On June 29th of this past year, I started something new in my life. It wasn’t just a blog about living with mental illness, but it prompted a book to form inside. I didn’t realize with every journal entry or blog post, and I was sharing my story. My story needs to be heard. So, I spent countless hours brainstorming, outlining, re-living dark moments left in the past, writing and re-writing. I did all of this in six months along with a full-time job and managing a big business.
And did I mention that I wrote a majority of with a broken hand? I did. I’m completely done with the book from my standpoint. The next step is finding a publisher. Easier said than done. I combed through various publishing firms in Houston and some don’t fit my criteria. The one I want is one that may be harder to crack. This firm gets a lot of manuscripts and only publish a small portion of them. Some publishers will accept your manuscript, and you will provide a book proposal and wait. You could be waiting for months. Unbelievable, right?

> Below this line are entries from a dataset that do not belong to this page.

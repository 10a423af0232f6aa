/**
 * Qualifiers, the words a name carries beside its core (a firm's legal form, a place's leading
 * designator such as "Republic of" or "City of"): the key sets them aside, so short and official
 * forms meet, and the exactKey feature gives less credit when they differ, so two entries that
 * only a qualifier tells apart are told apart. Names are invented (the gazette scenario).
 */
import { afterAll, beforeAll, describe, expect, it } from "vitest";
import { buildKb } from "../src/kb/build.js";
import { type AliasRow, type Kb, openKb } from "../src/kb/kb.js";
import { createLinker, type Linker } from "../src/link/linker.js";
import { normalizeName } from "../src/normalize/name.js";
import {
  CONFLICTING_QUALIFIER_CREDIT,
  keyCredit,
  ONE_SIDED_QUALIFIER_CREDIT,
} from "../src/score/features.js";
import type { LinkRow } from "../src/types.js";
import { tempDir, writeText } from "./helpers/gazette.js";

const TABLE = [
  "id,name,type,aliases,description,prior",
  "F1,Pell & Co.,firm,,rope makers of Stenmouth,5",
  "F2,Pell Ltd.,firm,,grain brokers of Stenmouth,5",
  "F3,Hobbard Bros.,firm,,tug owners,3",
  "L1,Kingdom of Carrow,place,,island realm at the river mouth,40",
  "L2,Wexcombe,town,,market town on the Tolley,20",
  "L3,City of Wexcombe,place,,the chartered old borough within Wexcombe,20",
  "",
].join("\n");

let t: ReturnType<typeof tempDir>;
let kb: Kb;
let linker: Linker;

beforeAll(async () => {
  t = tempDir("hawser-qualifiers-");
  const table = writeText(t.file("table.csv"), TABLE);
  await buildKb({ table, out: t.file("q.kb") });
  kb = openKb(t.file("q.kb"));
  linker = createLinker(kb);
});
afterAll(() => {
  kb.close();
  t.cleanup();
});

const link = (text: string, type: string): LinkRow => linker.link({ id: text, text, type });
const codes = (r: LinkRow) => r.reasons.map((x) => x.code);
const credit = (mention: string, alias: string, cls: "organization" | "location" | "person") => {
  const a = normalizeName(alias, cls);
  const row: AliasRow = {
    aid: 0,
    text: alias,
    key: a.key,
    full: a.full,
    ocr: a.ocrKey,
    canonical: true,
    tokens: a.tokens,
  };
  return keyCredit(normalizeName(mention, cls), row, cls === "person");
};

describe("keyCredit", () => {
  it("gives full credit to equal full forms, less to one-sided and conflicting qualifiers", () => {
    expect(credit("Pell and Company", "Pell & Co.", "organization")).toBe(1);
    expect(credit("Pell", "Pell & Co.", "organization")).toBe(ONE_SIDED_QUALIFIER_CREDIT);
    expect(credit("Pell & Co.", "Pell", "organization")).toBe(ONE_SIDED_QUALIFIER_CREDIT);
    expect(credit("Pell & Co.", "Pell Ltd.", "organization")).toBe(CONFLICTING_QUALIFIER_CREDIT);
    expect(credit("Carrow", "Kingdom of Carrow", "location")).toBe(ONE_SIDED_QUALIFIER_CREDIT);
    expect(credit("Republic of Carrow", "Kingdom of Carrow", "location")).toBe(CONFLICTING_QUALIFIER_CREDIT);
    // Persons' generational suffixes are weighed by nameMatch, not here.
    expect(credit("Josiah Pell Jr.", "Josiah Pell", "person")).toBe(1);
    expect(CONFLICTING_QUALIFIER_CREDIT).toBeLessThan(ONE_SIDED_QUALIFIER_CREDIT);
  });
});

describe("linking with qualifiers", () => {
  it("tells two firms apart by their legal forms", () => {
    const ltd = link("Pell Limited", "ORG");
    expect(ltd.entity).toBe("F2");
    const co = link("Pell and Company", "ORG");
    expect(co.entity).toBe("F1");
    // The other firm is still a candidate, with the conflict cited and less key credit.
    const other = co.candidates.find((c) => c.entity === "F2");
    expect(other?.features.exactKey).toBe(CONFLICTING_QUALIFIER_CREDIT);
    expect(other?.score ?? 1).toBeLessThan(co.score);
  });

  it("leaves a bare name shared by two firms ambiguous", () => {
    const r = link("Pell", "ORG");
    expect(r.entity).toBeNull();
    expect(codes(r)[0]).toBe("ambiguous");
  });

  it("links a short form to a name with a legal form or designator, citing the difference", () => {
    const firm = link("Hobbard", "ORG");
    expect(firm.entity).toBe("F3");
    expect(codes(firm)).toContain("name-exact");
    expect(codes(firm)).toContain("qualifier-differs");
    const place = link("Carrow", "GPE");
    expect(place.entity).toBe("L1");
    expect(codes(place)).toContain("qualifier-differs");
    expect(place.candidates[0]?.features.exactKey).toBe(ONE_SIDED_QUALIFIER_CREDIT);
  });

  it("does not link a name whose only difference is a conflicting designator", () => {
    // The table holds the Kingdom of Carrow but no Republic of Carrow: the shared key "carrow" is
    // not evidence once the designators conflict, so the republic is NIL, not the kingdom.
    const r = link("Republic of Carrow", "GPE");
    expect(r.entity).toBeNull();
    const kingdom = r.candidates.find((c) => c.entity === "L1");
    expect(kingdom?.features.exactKey).toBe(0);
  });

  it("prefers the entry spelled alike when a table holds both the short and the designated form", () => {
    expect(link("City of Wexcombe", "GPE").entity).toBe("L3");
    expect(link("Wexcombe", "GPE").entity).toBe("L2");
    // An exact spelling is not flagged.
    expect(codes(link("Wexcombe", "GPE"))).not.toContain("qualifier-differs");
  });
});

A cousin is a writer, and I asked her for advice. I don’t want to be waiting for nothing. I put so much time and energy in this project, and I want it published for everyone. This subject is too important not to publish. I guess I need not get myself worked up but congratulate myself on a job well done. I didn’t think I could do it. I did. Now, I focused on writing more things like poems or short stories. I need to be patient and keep a positive outlook.